By Mr Bakeful Play
We're still immersed in full on princess-play here at Bakeful Play HQ, so when asked if she wanted to make a plaited loaf with daddy it wasn't long until the request for Rapunzel bread was made. Mr Bakeful play manfully stepped up to the plate.
I've said before that I think bread gets a bad rep for being complicated and unsuitable for Smalls. I actually think it's one of the easiest things we do. It's time consuming, sure it is, but there a ways to stagger the stages so that small bakers don't get too frustrated by the wait to prove and precisely because of the several stages involved, bread is a great activity for a rainy day when you're stuck inside and need something that can give you intervals of interaction and peace. Bread dough is also probably the cleanest bake we make. Once the dough is formed it is relatively clean to play with and just irresistible to little hands.
500g strong white bread flour
7g fast action yeast
40g butter, softened
150ml whole milk
1 egg (lightly beaten)
1. Add flour, yeast, salt and butter to a large mixing bowl. Slowly add the water and milk by turns. As you mix it all together a dough will start to form, which should be tacky not sticky. If your little one gets over excited with the water jug (although baby bottle are much easier to tip and pour) and accidentally makes soup, don't panic. Simply add more flour until it fixes itself.
2. Knead the dough by stretching and folding it in the bowl. This avoid having to flour a worktop and therefore saves on the mess. Do it until everyone is bored. Bread dough has an irresistible texture for smalls. Let them enjoy poking, prodding and squishing it. They can't do it any harm at this stage and they're probably still in the baking zone. Fully committed to its excitements. Cover with a clean tea towel or plastic bag and leave to prove (double in size) for about an hour. If you have a particularly cold kitchen, pop it in a warmer room or just prove it for longer.

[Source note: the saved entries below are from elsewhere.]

/** Share links: round trip, determinism, length, and one clear refusal per stage. */
import { existsSync, readdirSync, readFileSync } from 'node:fs';
import { afterEach, describe, expect, it, vi } from 'vitest';
import { validateSpec } from '../../src/experiment/check.ts';
import { LIMITS } from '../../src/experiment/limits.ts';
import { armModel, type ExperimentSpec, type SpecInput } from '../../src/experiment/spec.ts';
import { encodeBase64Url } from '../../src/share/base64url.ts';
import { deflateRaw, inflateRawBounded } from '../../src/share/compress.ts';
import { DEFAULT_LINK_BASE, LinkError, decodeSpecLink, encodeSpecLink, type LinkStage } from '../../src/share/link.ts';

const minimal: SpecInput = {
  farfield: 1,
  question: 'Does max aggregation extrapolate better than sum on shortest paths?',
  task: 'shortest-path',
  train: { family: 'er', sizes: [8, 16] },
  test: { sizes: [16, 32, 64] },
  arms: [
    { name: 'max', model: { aggregator: 'max' } },
    { name: 'sum', model: { aggregator: 'sum' } },
  ],
};

const rich: SpecInput = {
  farfield: 1,
  question: 'Grids: does a min-plus message with log1p edges hold up at 16× the training size? — ☃ 最短路径 😀 שלום',
  expectation: 'Min-plus mirrors Bellman-Ford. Held equal: graphs, ladder, hidden size, budget, step rule.\nSecond line with "quotes" and \\ backslash.',
  task: 'shortest-path',
  train: { family: 'grid', sizes: [9, 25], graphs: 512, weightRange: [0.5, 20], familyParams: { jitter: 0.25, constructor: 1 } },
  test: { family: 'path', sizes: [16, 64, 256, 512], weightScales: [0.1, 1, 10], graphsPerRung: 8, validationGraphs: 16 },
  budget: { steps: 800, batchGraphs: 32, learningRate: 0.001, clipNorm: 5, loss: 'mse', validateEvery: 0 },
  seeds: { count: 8, base: 2 ** 31 - 1 },
  metric: 'mre',
  model: { hidden: 64, bias: false, activation: 'leaky-relu', nodeTransform: ['log1p'], steps: { rule: 'proportional', factor: 1.5, cap: 1024, trainJitter: 0 } },
  arms: [
    { name: 'mlp + sum', note: 'baseline', model: {} },
    { name: 'min-plus (T=0.1)', model: { message: 'smooth-min-plus', messageTemperature: 0.1, aggregator: 'min', edgeTransform: 'log1p' } },
    { name: 'gated × max', model: { update: 'gated', aggregator: 'smooth-max', aggregatorTemperature: 1e-4, steps: { rule: 'until-stable', tolerance: 1e-8 } } },
    { name: 'mean, fixed 12', model: { aggregator: 'mean', steps: { rule: 'fixed', count: 12 } } },
  ],
};

const scripted: SpecInput = { ...minimal, question: '<script>alert(1)</script>', arms: [{ name: 'a', note: '<img src=x onerror=alert(1)>', model: {} }, { name: 'b', model: {} }] };

const specs: Record<string, ExperimentSpec> = {
  minimal: validateSpec(minimal),
  rich: validateSpec(rich),
  scripted: validateSpec(scripted),
  dag: validateSpec({ ...minimal, task: 'earliest-finish', train: { family: 'dag', sizes: [3, 3] }, test: { sizes: [3, 512] }, seeds: { count: 64 }, arms: Array.from({ length: 8 }, (_, i) => ({ name: `arm ${i}`, model: { hidden: i + 1 } })) }),
};

/** A fragment carrying arbitrary text, compressed the way a real link is (bypassing spec validation). */
async function rawFragment(text: string | Uint8Array): Promise<string> {
  return `ff1.${encodeBase64Url(await deflateRaw(typeof text === 'string' ? new TextEncoder().encode(text) : text))}`;
}

async function refusal(input: string): Promise<LinkError> {
  try {
    await decodeSpecLink(input);
  } catch (err) {
    expect(err).toBeInstanceOf(LinkError);
    return err as LinkError;
  }
  throw new Error(`accepted: ${input.slice(0, 60)}`);
}

async function expectStage(input: string, stage: LinkStage, message: RegExp | string): Promise<LinkError> {
  const err = await refusal(input);
  expect(err.stage).toBe(stage);
  if (typeof message === 'string') expect(err.message).toBe(message);
  else expect(err.message).toMatch(message);
  expect(err.message).not.toMatch(/\n\s+at /);
  return err;
}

The first two steps could be done in advance of baking to reduce the number of steps in the bake. This dough will also prove nicely in the fridge overnight, meaning little bakers with shorter attention spans can enjoy the fun shaping stage of the bake and the wait time between making and eating is reduced.
3. Your nice bouncy dough is now ready for shaping. Divide it into three. A dough scraper is the easiest implement for this, but you can do it with a knife of course. You are going to roll your dough into three long sausages. This isn't quite as easy as it sounds and your little ones will probably need help. Apply pressure to the centre of the roll and work outwards. If the children struggle there's no need to draw attention to it, just ask them to swap pieces with you and finish theirs whilst they 'perfect' yours.
4. To plait the loaf, lay the three long strands on a long piece of greaseproof paper, joining the strands at one end bu simply squidding them together. Then methodically lay left and right strands over the central one until a full plait is formed. If you've gone for a serious Rapunzel plait like us, then you may well have to cut your plait in half at this stage so it will fit in your oven. Cover loosely once more and leave for an hour to rise again.
5. Brush the plaits all over with a lightly beaten egg and then bake at 200° for 3-40mins. When ready it will be a shiny, golden colour and sound hollow when tapped underneath. Allow to cool completely (preferably on a wire rack) before eating. If you wish to make a Rapunzel display, then tie a ribbon in the middle of the two halves to give the illusion of one long Rapunzel 'do.'
Why not enjoy some Rapunzel play during the proving and / or baking of the bread. We have had a whole half term's worth of fun from creating the top of Rapunzel's tower from a nice big box that came with some new furniture last weekend.